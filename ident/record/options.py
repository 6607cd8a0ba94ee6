"""The options of read_csv, checked: what a caller says of a log that the log itself does not."""

from __future__ import annotations

import math
from dataclasses import dataclass
from datetime import UTC, datetime
from zoneinfo import ZoneInfo, ZoneInfoNotFoundError

from ident.errors import ReadError
from ident.record.columns import Columns
from ident.record.quote import quoted
from ident.record.written import DATE_ORDERS

BLANKS = ("held", "missing")


@dataclass(frozen=True, slots=True)
class Options:
    """What the caller says; None where the log is to tell."""

    columns: Columns | None
    zone: ZoneInfo | None
    date_order: str | None
    start: datetime | None
    counts_per_rev: float | None
    blanks: str | None


def checked(
    columns: Columns | None,
    zone: str | None,
    date_order: str | None,
    start: datetime | str | None,
    counts_per_rev: float | None,
    blanks: str | None,
) -> Options:
    """The options as values.

    Raises ReadError bad-option.
    """
    if date_order is not None and date_order not in DATE_ORDERS:
        raise ReadError("bad-option", f"date_order is one of {', '.join(DATE_ORDERS)}; not {quoted(str(date_order))}.")
    if blanks is not None and blanks not in BLANKS:
        raise ReadError("bad-option", f"blanks is one of {', '.join(BLANKS)}; not {quoted(str(blanks))}.")
    if counts_per_rev is not None and not (math.isfinite(counts_per_rev) and counts_per_rev > 0):
        raise ReadError("bad-option", "counts_per_rev is a number above 0: the counts of one revolution.")
    place = _zone(zone)
    return Options(columns, place, date_order, _start(start, place), counts_per_rev, blanks)


def _zone(zone: str | None) -> ZoneInfo | None:
    if zone is None:
        return None
    try:
        return ZoneInfo(zone)
    except (ZoneInfoNotFoundError, ValueError, OSError) as cause:
        raise ReadError(
            "bad-option",
            f'There is no time zone {quoted(str(zone))}: give a name such as "Europe/Berlin" or "UTC".',
        ) from cause


def _start(start: datetime | str | None, zone: ZoneInfo | None) -> datetime | None:
    if start is None:
        return None
    try:
        begin = datetime.fromisoformat(start) if isinstance(start, str) else start
    except ValueError as cause:
        raise ReadError(
            "bad-option", f"start {quoted(str(start))} is no ISO 8601 time, such as 2026-03-02T08:15:00Z."
        ) from cause
    if begin.utcoffset() is None:
        if zone is None:
            raise ReadError("bad-option", "start needs an offset (2026-03-02T08:15:00Z), or give the zone too.")
        begin = begin.replace(tzinfo=zone)
    return begin.astimezone(UTC)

• • • • •

Please copy out every line shown above, exactly.

- _Result of this task_:
filename ident/record/options.py
repository 6607cd8a0ba94ee6
"""The options of read_csv, checked: what a caller says of a log that the log itself does not."""

from __future__ import annotations

import math
from dataclasses import dataclass
from datetime import UTC, datetime
from zoneinfo import ZoneInfo, ZoneInfoNotFoundError

from ident.errors import ReadError
from ident.record.columns import Columns
from ident.record.quote import quoted
from ident.record.written import DATE_ORDERS

BLANKS = ("held", "missing")


@dataclass(frozen=True, slots=True)
class Options:
    """What the caller says; None where the log is to tell."""

    columns: Columns | None
    zone: ZoneInfo | None
    date_order: str | None
    start: datetime | None
    counts_per_rev: float | None
    blanks: str | None


def checked(
    columns: Columns | None,
    zone: str | None,
    date_order: str | None,
    start: datetime | str | None,
    counts_per_rev: float | None,
    blanks: str | None,
) -> Options:
    """The options as values.

    Raises ReadError bad-option.
    """
    if date_order is not None and date_order not in DATE_ORDERS:
        raise ReadError("bad-option", f"date_order is one of {', '.join(DATE_ORDERS)}; not {quoted(str(date_order))}.")
    if blanks is not None and blanks not in BLANKS:
        raise ReadError("bad-option", f"blanks is one of {', '.join(BLANKS)}; not {quoted(str(blanks))}.")
    if counts_per_rev is not None and not (math.isfinite(counts_per_rev) and counts_per_rev > 0):
        raise ReadError("bad-option", "counts_per_rev is a number above 0: the counts of one revolution.")
    place = _zone(zone)
    return Options(columns, place, date_order, _start(start, place), counts_per_rev, blanks)


def _zone(zone: str | None) -> ZoneInfo | None:
    if zone is None:
        return None
    try:
        return ZoneInfo(zone)
    except (ZoneInfoNotFoundError, ValueError, OSError) as cause:
        raise ReadError(
            "bad-option",
            f'There is no time zone {quoted(str(zone))}: give a name such as "Europe/Berlin" or "UTC".',
        ) from cause


def _start(start: datetime | str | None, zone: ZoneInfo | None) -> datetime | None:
    if start is None:
        return None
    try:
        begin = datetime.fromisoformat(start) if isinstance(start, str) else start
    except ValueError as cause:
        raise ReadError(
            "bad-option", f"start {quoted(str(start))} is no ISO 8601 time, such as 2026-03-02T08:15:00Z."
        ) from cause
    if begin.utcoffset() is None:
        if zone is None:
            raise ReadError("bad-option", "start needs an offset (2026-03-02T08:15:00Z), or give the zone too.")
        begin = begin.replace(tzinfo=zone)
    return begin.astimezone(UTC)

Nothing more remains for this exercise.